■ What you have to do
Every record must be restated exactly as written.

[Records from a collection]
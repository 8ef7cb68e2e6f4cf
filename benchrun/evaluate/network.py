"""What a step leaves for the next: S-parameters on a grid, with the variations that carry uncertainty."""

from __future__ import annotations

from dataclasses import dataclass
from typing import TypeAlias

import numpy as np

from benchrun.rf.tone import Tone
from benchrun.rf.twoport import ComplexArray, FloatArray, TwoPort
from benchrun.uncertainty.decision import COVERAGE_FACTOR

__all__ = ["Data", "Network", "combine"]

Data: TypeAlias = TwoPort | ComplexArray | Tone
"""A two-port, or the reflection of a one-port, planes of shape ``(..., f)``; or a tone's levels."""


@dataclass(frozen=True, slots=True, eq=False)
class Network:
    """Measured S-parameters.

    Parameters
    ----------
    f_hz
        Frequencies in Hz, shape ``(f,)``.
    nominal
        The measured values: planes of shape ``(f,)``.
    varied
        The same values under each variation of what is uncertain: planes of shape ``(v, f)``; None
        where nothing is declared about uncertainty.
    systematic
        How many rows of ``varied`` are one-standard-uncertainty steps; the rest are draws of noise.
    z0_ohm
        Real reference impedance of both ports.
    ports_ohm
        Reference impedance of each port where they differ or are complex; ``z0_ohm`` then means nothing.
    """

    f_hz: FloatArray
    nominal: Data
    varied: Data | None = None
    systematic: int = 0
    z0_ohm: float = 50.0
    ports_ohm: tuple[complex, complex] | None = None

    def impedance(self, port: int) -> complex:
        """Reference impedance of a port in ohms."""
        return complex(self.z0_ohm) if self.ports_ohm is None else self.ports_ohm[port - 1]

    @property
    def ports(self) -> int:
        """1 or 2."""
        return 2 if isinstance(self.nominal, TwoPort) else 1

    @property
    def matrix(self) -> ComplexArray:
        """Nominal values as ``(f, n, n)``."""
        if isinstance(self.nominal, TwoPort):
            return self.nominal.matrix
        if isinstance(self.nominal, Tone):
            raise TypeError("a tone has no S-parameters")
        return self.nominal[:, np.newaxis, np.newaxis]

    def plane(self, name: str) -> tuple[ComplexArray, ComplexArray | None]:
        """One parameter, nominal ``(f,)`` and varied ``(v, f)``; of a one-port only its reflection.

        Raises
        ------
        KeyError
            For a parameter that the network does not have.
        """
        if isinstance(self.nominal, TwoPort):
            varied = self.varied.parameter(name) if isinstance(self.varied, TwoPort) else None
            return self.nominal.parameter(name), varied
        if name not in ("S11", "S22") or isinstance(self.nominal, Tone):
            raise KeyError(name)
        return self.nominal, None if self.varied is None else np.asarray(self.varied, np.complex128)

    def expanded(self, name: str) -> FloatArray:
        """Expanded uncertainty of one parameter as a complex number, linear, ``(f,)``.

        The radius k times the root of both components' variances: the true value lies within it of the
        measured one with at least the coverage that k = 2 gives one component.

        Raises
        ------
        KeyError
            For a parameter that the network does not have.
        ValueError
            If nothing is declared about uncertainty.
        """
        nominal, varied = self.plane(name)
        if varied is None:
            raise ValueError("nothing is declared about uncertainty")
        spread = varied - nominal
        real, imaginary = combine(spread.real, self.systematic), combine(spread.imag, self.systematic)
        return np.asarray(COVERAGE_FACTOR * np.hypot(real, imaginary))


def combine(spread: FloatArray, systematic: int) -> FloatArray:
    """Combine variations into one standard uncertainty.

    Parameters
    ----------
    spread
        Differences from the nominal value, shape ``(v, ...)``. The first ``systematic`` rows are
        one-standard-uncertainty steps of independent influences, the rest are random draws of noise.
    systematic
        How many rows are steps.

    Returns
    -------
    numpy.ndarray
        Standard uncertainty, shape ``(...)``: root of the summed squares of the steps (GUM:1995, 5.1.2,
        numerically after 5.1.3 note 2) and the mean square of the draws.

    Examples
    --------
    >>> import numpy as np
    >>> float(combine(np.array([3.0, 4.0]), 2))
    5.0
    """
    total = np.sum(spread[:systematic] ** 2, axis=0)
    if len(spread) > systematic:
        total = total + np.mean(spread[systematic:] ** 2, axis=0)
    return np.asarray(np.sqrt(total), dtype=np.float64)
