"""Everything that decides the numbers, beside the readings themselves."""

from __future__ import annotations

from collections.abc import Mapping
from dataclasses import dataclass, field

from benchrun.hookup import Connection, Hookup
from benchrun.rf.kit import Kit
from benchrun.rf.masks import Mask
from benchrun.rf.touchstone import TouchstoneData
from benchrun.sequence.bench import NoiseAt
from benchrun.sequence.models import Sequence, SweepSetup
from benchrun.uncertainty.level import LevelTerms
from benchrun.uncertainty.montecarlo import ADAPTIVE, Effort
from benchrun.uncertainty.residual import ResidualTerms
from benchrun.uncertainty.sources import UNDECLARED, Sources

__all__ = ["NOISE_SEED", "Procedure"]

NOISE_SEED = 2718
"""Seed of the noise draws in an uncertainty. Fixed: the same readings must give the same numbers."""


@dataclass(frozen=True, slots=True, eq=False)
class Procedure:
    """A sequence with the files it names.

    Parameters
    ----------
    sequence
        The test.
    kits, masks, fixtures
        By the name that the sequence uses.
    residual
        Declared residual terms of the bench.
    noise_at
        Conditions of the declared noise; None: it is taken to hold as it stands.
    level
        Declared uncertainty of levels.
    scalar_ports
        Ports of the generator and of the spectrum analyzer.
    noise_seed
        Seed of the noise draws; stands in the record.
    sources
        Declared sources of uncertainty; where there are any, they are propagated in place of residual terms.
    effort
        How many trials that takes.
    """

    sequence: Sequence
    kits: Mapping[str, Kit] = field(default_factory=dict)
    masks: Mapping[str, Mask] = field(default_factory=dict)
    fixtures: Mapping[str, TouchstoneData] = field(default_factory=dict)
    residual: ResidualTerms = ResidualTerms()
    noise_seed: int = NOISE_SEED
    level: LevelTerms = LevelTerms()
    scalar_ports: tuple[int, int] = (3, 4)
    noise_at: NoiseAt | None = None
    sources: Sources = UNDECLARED
    effort: Effort = ADAPTIVE

    def residual_of(self, setup: SweepSetup) -> ResidualTerms:
        """The residual terms under a sweep's bandwidth, level and averaging."""
        if self.noise_at is None:
            return self.residual
        return self.residual.scaled(*self.noise_at.factors(setup.bandwidth, setup.power, setup.averages))

    def unit_hookup(self, port: int, turned: bool = False) -> Hookup:
        """How the unit is connected: in its fixture, between the ports or on ``port`` alone.

        Turned round, everything between the ports is: the whole chain is read from its other side.
        """
        unit = self.sequence.unit
        left, right = (unit.fixture.left, unit.fixture.right) if unit.fixture else (None, None)
        chain = tuple(item for item in (left, "unit", right if unit.ports == 2 else None) if item)
        if turned:
            chain = tuple(f"{item} turned round" for item in reversed(chain))
        return Hookup((Connection(chain, (1, 2) if unit.ports == 2 else (port,)),))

■ Reply
repository 8ef7cb68e2e6f4cf
filename benchrun/evaluate/network.py
"""What a step leaves for the next: S-parameters on a grid, with the variations that carry uncertainty."""

from __future__ import annotations

from dataclasses import dataclass
from typing import TypeAlias

import numpy as np

from benchrun.rf.tone import Tone
from benchrun.rf.twoport import ComplexArray, FloatArray, TwoPort
from benchrun.uncertainty.decision import COVERAGE_FACTOR

__all__ = ["Data", "Network", "combine"]

Data: TypeAlias = TwoPort | ComplexArray | Tone
"""A two-port, or the reflection of a one-port, planes of shape ``(..., f)``; or a tone's levels."""


@dataclass(frozen=True, slots=True, eq=False)
class Network:
    """Measured S-parameters.

    Parameters
    ----------
    f_hz
        Frequencies in Hz, shape ``(f,)``.
    nominal
        The measured values: planes of shape ``(f,)``.
    varied
        The same values under each variation of what is uncertain: planes of shape ``(v, f)``; None
        where nothing is declared about uncertainty.
    systematic
        How many rows of ``varied`` are one-standard-uncertainty steps; the rest are draws of noise.
    z0_ohm
        Real reference impedance of both ports.
    ports_ohm
        Reference impedance of each port where they differ or are complex; ``z0_ohm`` then means nothing.
    """

    f_hz: FloatArray
    nominal: Data
    varied: Data | None = None
    systematic: int = 0
    z0_ohm: float = 50.0
    ports_ohm: tuple[complex, complex] | None = None

    def impedance(self, port: int) -> complex:
        """Reference impedance of a port in ohms."""
        return complex(self.z0_ohm) if self.ports_ohm is None else self.ports_ohm[port - 1]

    @property
    def ports(self) -> int:
        """1 or 2."""
        return 2 if isinstance(self.nominal, TwoPort) else 1

    @property
    def matrix(self) -> ComplexArray:
        """Nominal values as ``(f, n, n)``."""
        if isinstance(self.nominal, TwoPort):
            return self.nominal.matrix
        if isinstance(self.nominal, Tone):
            raise TypeError("a tone has no S-parameters")
        return self.nominal[:, np.newaxis, np.newaxis]

    def plane(self, name: str) -> tuple[ComplexArray, ComplexArray | None]:
        """One parameter, nominal ``(f,)`` and varied ``(v, f)``; of a one-port only its reflection.

        Raises
        ------
        KeyError
            For a parameter that the network does not have.
        """
        if isinstance(self.nominal, TwoPort):
            varied = self.varied.parameter(name) if isinstance(self.varied, TwoPort) else None
            return self.nominal.parameter(name), varied
        if name not in ("S11", "S22") or isinstance(self.nominal, Tone):
            raise KeyError(name)
        return self.nominal, None if self.varied is None else np.asarray(self.varied, np.complex128)

    def expanded(self, name: str) -> FloatArray:
        """Expanded uncertainty of one parameter as a complex number, linear, ``(f,)``.

        The radius k times the root of both components' variances: the true value lies within it of the
        measured one with at least the coverage that k = 2 gives one component.

        Raises
        ------
        KeyError
            For a parameter that the network does not have.
        ValueError
            If nothing is declared about uncertainty.
        """
        nominal, varied = self.plane(name)
        if varied is None:
            raise ValueError("nothing is declared about uncertainty")
        spread = varied - nominal
        real, imaginary = combine(spread.real, self.systematic), combine(spread.imag, self.systematic)
        return np.asarray(COVERAGE_FACTOR * np.hypot(real, imaginary))


def combine(spread: FloatArray, systematic: int) -> FloatArray:
    """Combine variations into one standard uncertainty.

    Parameters
    ----------
    spread
        Differences from the nominal value, shape ``(v, ...)``. The first ``systematic`` rows are
        one-standard-uncertainty steps of independent influences, the rest are random draws of noise.
    systematic
        How many rows are steps.

    Returns
    -------
    numpy.ndarray
        Standard uncertainty, shape ``(...)``: root of the summed squares of the steps (GUM:1995, 5.1.2,
        numerically after 5.1.3 note 2) and the mean square of the draws.

    Examples
    --------
    >>> import numpy as np
    >>> float(combine(np.array([3.0, 4.0]), 2))
    5.0
    """
    total = np.sum(spread[:systematic] ** 2, axis=0)
    if len(spread) > systematic:
        total = total + np.mean(spread[systematic:] ** 2, axis=0)
    return np.asarray(np.sqrt(total), dtype=np.float64)
"""Everything that decides the numbers, beside the readings themselves."""

from __future__ import annotations

from collections.abc import Mapping
from dataclasses import dataclass, field

from benchrun.hookup import Connection, Hookup
from benchrun.rf.kit import Kit
from benchrun.rf.masks import Mask
from benchrun.rf.touchstone import TouchstoneData
from benchrun.sequence.bench import NoiseAt
from benchrun.sequence.models import Sequence, SweepSetup
from benchrun.uncertainty.level import LevelTerms
from benchrun.uncertainty.montecarlo import ADAPTIVE, Effort
from benchrun.uncertainty.residual import ResidualTerms
from benchrun.uncertainty.sources import UNDECLARED, Sources

__all__ = ["NOISE_SEED", "Procedure"]

NOISE_SEED = 2718
"""Seed of the noise draws in an uncertainty. Fixed: the same readings must give the same numbers."""


@dataclass(frozen=True, slots=True, eq=False)
class Procedure:
    """A sequence with the files it names.

    Parameters
    ----------
    sequence
        The test.
    kits, masks, fixtures
        By the name that the sequence uses.
    residual
        Declared residual terms of the bench.
    noise_at
        Conditions of the declared noise; None: it is taken to hold as it stands.
    level
        Declared uncertainty of levels.
    scalar_ports
        Ports of the generator and of the spectrum analyzer.
    noise_seed
        Seed of the noise draws; stands in the record.
    sources
        Declared sources of uncertainty; where there are any, they are propagated in place of residual terms.
    effort
        How many trials that takes.
    """

    sequence: Sequence
    kits: Mapping[str, Kit] = field(default_factory=dict)
    masks: Mapping[str, Mask] = field(default_factory=dict)
    fixtures: Mapping[str, TouchstoneData] = field(default_factory=dict)
    residual: ResidualTerms = ResidualTerms()
    noise_seed: int = NOISE_SEED
    level: LevelTerms = LevelTerms()
    scalar_ports: tuple[int, int] = (3, 4)
    noise_at: NoiseAt | None = None
    sources: Sources = UNDECLARED
    effort: Effort = ADAPTIVE

    def residual_of(self, setup: SweepSetup) -> ResidualTerms:
        """The residual terms under a sweep's bandwidth, level and averaging."""
        if self.noise_at is None:
            return self.residual
        return self.residual.scaled(*self.noise_at.factors(setup.bandwidth, setup.power, setup.averages))

    def unit_hookup(self, port: int, turned: bool = False) -> Hookup:
        """How the unit is connected: in its fixture, between the ports or on ``port`` alone.

        Turned round, everything between the ports is: the whole chain is read from its other side.
        """
        unit = self.sequence.unit
        left, right = (unit.fixture.left, unit.fixture.right) if unit.fixture else (None, None)
        chain = tuple(item for item in (left, "unit", right if unit.ports == 2 else None) if item)
        if turned:
            chain = tuple(f"{item} turned round" for item in reversed(chain))
        return Hookup((Connection(chain, (1, 2) if unit.ports == 2 else (port,)),))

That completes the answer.